English
Orthogonality of characters for irreducibles: the normalized sum χ_V(g) χ_W(g^{-1}) equals 1 if V ≅ W and 0 otherwise.
Русский
Ортогональность характеров для неразложимых: нормализованная сумма χ_V(g) χ_W(g^{-1}) равна 1, если V ≅ W, и 0 иначе.
LaTeX
$$$\frac{1}{|G|} \sum_{g \in G} \chi_V(g) \chi_W(g^{-1}) = \begin{cases}1 & \text{если } V \cong W \\ 0 & \text{иначе} \end{cases}$$$
Lean4
/-- Orthogonality of characters for irreducible representations of finite group over an
algebraically closed field whose characteristic doesn't divide the order of the group. -/
theorem char_orthonormal (V W : FDRep k G) [Simple V] [Simple W] :
⅟(Fintype.card G : k) • ∑ g : G, V.character g * W.character g⁻¹ = if Nonempty (V ≅ W) then ↑1 else ↑0 :=
by
rw [scalar_product_char_eq_finrank_equivariant]
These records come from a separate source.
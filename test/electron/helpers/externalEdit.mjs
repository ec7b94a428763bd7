/**
 * "Another program": rewrites a plan file in place with a new name, as an editor would.
 * Usage: node externalEdit.mjs <file> <new name>
 */
import { readFileSync, writeFileSync } from 'node:fs';
import process from 'node:process';

const [file, name] = process.argv.slice(2);
if (!file || name === undefined) throw new Error('usage: externalEdit.mjs <file> <new name>');
const plan = JSON.parse(readFileSync(file, 'utf8'));
plan.name = name;
writeFileSync(file, `${JSON.stringify(plan, null, 2)}\n`);
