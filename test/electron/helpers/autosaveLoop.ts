/**
 * Child process for the autosave kill test: writes autosave after autosave, each pairing
 * plan name "Round N" with origin "/plans/round-N.legwise", until it is killed.
 * Usage: tsx autosaveLoop.ts <userDataDir>
 */
import process from 'node:process';
import { newPlan } from '../../../core/plan/defaults.ts';
import { writeAutosave } from '../../../electron/files.ts';

const userData = process.argv[2];
if (!userData) throw new Error('usage: autosaveLoop.ts <userDataDir>');
const base = newPlan();
process.stdout.write('ready\n');
for (let round = 0; ; round++) {
  await writeAutosave(
    userData,
    { ...base, name: `Round ${round}` },
    `/plans/round-${round}.legwise`,
  );
}
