#[cfg(test)]
mod tests {
    use super::*;
    use ramsift_encoder::{EncodingLimits, Instance, RamseySpec, SymmetrySet};

    #[test]
    fn cubes_partition_every_assignment() {
        let instance = Instance::new(RamseySpec::cliques(&[4, 4]).unwrap(), 18).unwrap();
        let set: SymmetrySet = "colour-swap,lex-leader".parse().unwrap();
        let encoding =
            RamseyEncoding::with_symmetry(&instance, &set, &EncodingLimits::default()).unwrap();
        let plan = plan_cubes(&encoding, 16, String::new());
        assert_eq!(
            plan.cubes
                .iter()
                .filter(|c| !c.refuted_by_propagation)
                .count(),
            16
        );
        assert_eq!(
            tree_cubes(&plan.tree),
            plan.cubes
                .iter()
                .map(|c| (c.index, c.literals.clone()))
                .collect::<Vec<_>>()
        );
        // Every assignment of the split variables satisfies exactly one cube.
        let mut vars: Vec<i32> = plan
            .cubes
            .iter()
            .flat_map(|c| c.literals.iter().map(|l| l.abs()))
            .collect();
        vars.sort_unstable();
        vars.dedup();
        assert!(vars.len() <= 20);
        for bits in 0u32..1 << vars.len() {
            let value = |l: i32| {
                let at = vars.iter().position(|&v| v == l.abs()).unwrap();
                (bits >> at & 1 == 1) == (l > 0)
            };
            let matching = plan
                .cubes
                .iter()
                .filter(|c| c.literals.iter().all(|&l| value(l)))
                .count();
            assert_eq!(matching, 1);
        }
        let share: f64 = plan.cubes.iter().map(|c| c.estimated_share_percent).sum();
        assert!((share - 100.0).abs() < 1e-6 || share == 0.0);
    }

    /// Every lemma of every cube is RUP from the formula, the cube and the lemmas
    /// before it, as the checker's own DRAT checker sees it (an empty proof of
    /// formula ∧ cube ∧ earlier lemmas ∧ ¬lemma must succeed by propagation).
    #[test]
    fn every_planned_lemma_is_rup_for_the_checker() {
        use ramsift_checker::cnf::Cnf;
        use ramsift_checker::drat_check::check_drat;
        for (sizes, n, shards) in [
            (&[4, 4][..], 18, 6),
            (&[3, 6][..], 18, 6),
            (&[3, 3, 3][..], 17, 4),
        ] {
            let instance = Instance::new(RamseySpec::cliques(sizes).unwrap(), n).unwrap();
            let set = SymmetrySet::for_refutation(instance.spec());
            let encoding =
                RamseyEncoding::with_symmetry(&instance, &set, &EncodingLimits::default()).unwrap();
            let formula: Vec<Vec<i32>> = encoding.clauses();
            let plan = plan_cubes(&encoding, shards, String::new());
            let lemmas: usize = plan.cubes.iter().map(|c| c.lemmas.len()).sum();
            assert!(lemmas > 0, "({sizes:?};{n}): the planner fixed no literal");
            for cube in &plan.cubes {
                let mut clauses = formula.clone();
                clauses.extend(cube.literals.iter().map(|&l| vec![l]));
                for lemma in &cube.lemmas {
                    let mut negated = clauses.clone();
                    negated.extend(lemma.iter().map(|&l| vec![-l]));
                    let cnf = Cnf::new(encoding.variable_count(), negated);
                    let verdict = check_drat(&cnf, &Default::default(), false);
                    assert!(
                        verdict.is_ok(),
                        "cube {}: lemma {lemma:?} is not RUP",
                        cube.index
                    );
                    clauses.push(lemma.clone());
                }
            }
        }
    }
}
-- The scalar products of the characters is equal to the dimension of the space of
-- equivariant maps `W ⟶ V`.
rw_mod_cast [finrank_hom_simple_simple W V, Iso.nonempty_iso_symm]
-- By Schur's Lemma, the dimension of `Hom_G(W, V)` is `1` is `V ≅ W` and `0` otherwise.